If you've got more gas in the tank, journey onward!

When implementing any of these, please leave your working NgramLanguageModel class intact and perhaps copy-paste it to a new class or new script to be modified, so the autograder still works. I suggest doing cp language_modeling.py language_modeling_ext.py once your initial class works, and editing the _ext.py file instead of the original.

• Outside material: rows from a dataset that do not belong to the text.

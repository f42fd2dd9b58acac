/**
 * Starts the real Express app (createApp) on a random port against the test database. Each test
 * file gets its own app and makes its own rows, so files run in parallel without stepping on each other.
 */
import http from 'node:http';
import { inject } from 'vitest';
import { pino, type Logger } from 'pino';
import { createApp, type BrinelineApp } from '../../server/app';
import { loadConfig, type Config } from '../../server/config';
import { createDb, type Db } from '../../server/db/knex';
import type { PhotoStorage } from '../../server/storage/photo-store';

export interface TestApp {
  url: string;
  app: BrinelineApp;
  db: Db;
  config: Config;
  close: () => Promise<void>;
}

export async function startTestApp(overrides: Record<string, string> = {}, opts: { logger?: Logger; storage?: (config: Config) => PhotoStorage } = {}): Promise<TestApp> {
  const config = loadConfig({ ...inject('testEnv'), PORT: '0', ...overrides });
  const db = createDb(config.DATABASE_URL);
  const app = createApp({ db, config, logger: opts.logger ?? pino({ level: process.env.TEST_LOG ?? 'silent' }), storage: opts.storage?.(config) });
  const server = http.createServer(app);
  await new Promise<void>((resolve) => server.listen(0, '127.0.0.1', () => resolve()));
  const addr = server.address();
  const port = typeof addr === 'object' && addr ? addr.port : 0;
  return {
    url: `http://127.0.0.1:${port}`,
    app,
    db,
    config,
    close: async () => {
      server.closeAllConnections();
      await new Promise<void>((resolve) => server.close(() => resolve()));
      await db.destroy();
    },
  };
}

  1. Add generation. Flip it around! Add a method to the class which uses your model to generate text. This is a bit tricky but I think very useful for better understanding these models. To generate a sentence with a bigram model, for instance, start with the <s> token and sample from the next word in proportion to their probabilities of following that token. The easiest way to do this in my view is using numpy, specifically the numpy.random.choice function - you can put the words into the a argument and the corresponding probabilities into the p argument and sample the word. Now look at all the words that follow that word, and sample again. Continue sampling until you happen to sample the end-of-sentence token </s>, at which point complete the generation.
  2. Try with more and varied data. The "Sam I Am" data we're using is essentially a toy dataset. In the course data directory there is an a2 subfolder (/projects/e31408/data/a2) where there are a few additional corpora you could try out your models on. In particular there is a copy of the Brown Corpus split into train/dev/test splits (1.1M words total), a large set of presidential speeches split into train/dev/test splits (4.5M words total), all the works of Shakespeare, and all the lyrics of Beyonce and TSwift. In addition to simply trying on simply more data, you can see how models trained on certain data work when applied to other data.
  3. Speed up test time performance. You can change the structure of the NgramLanguageModel class to calculate all possible probabilities at training time, which will substantially increase the speed of test-time inference since that will become a matter of looking up log probabilities and adding them up rather than performing the calculation each time a given n-gram appears.
  4. Add trigrams. Extend your LM to include trigram estimation as well. Is it better or worse on the Sam-I-Am data? What about on larger datasets? Why or why not? Does generation look qualitatively different compared to bigrams?
  5. Add arbitrary n-grams. While unigram LMs are something of a special case, n-gram LMs where $n >= 2$ can be coded in an arbitrary manner where you can simply pass the integer for the n-gram size you want to use. Try refactoring your code to do this.
  6. Add backoff, interpolation, or more complex smoothing. The book notes that add-k smoothing is actually not ideal in practice and lists several follow-ups of various types that improve model performance. Pick one or more, try implementing them, and see how low you can get your perplexity!
  7. Neural LMs. If you want to go buck wild here, you could jump ahead to read about neural language models like in SLP here or in this D2L book and have a go at implementing, for instance, a basic RNN language model! Something along these lines could easily be substantial enough to be a final project as well, so keep this in your back pocket if you're interested. We will also explicitly discuss Neural LMs later this quarter, but if you're someone for whom this is a core interest of course feel free to start exploring it. The content we discussed in class will provide some nice background for doing so.
  8. Read and report. Read a relevant article - either listed on the course website or one you find yourself - and post about it on Ed!

And as usual, whatever else you can dream up is also welcome!

Submission

To officially submit your assignment, please flip the complete variable to True!

As always, if it has to be late, edit the expected_completion_date.

Lastly, if you did any extensions, please briefly explain what you did and where we should look to check out your work in the extensions_description variable.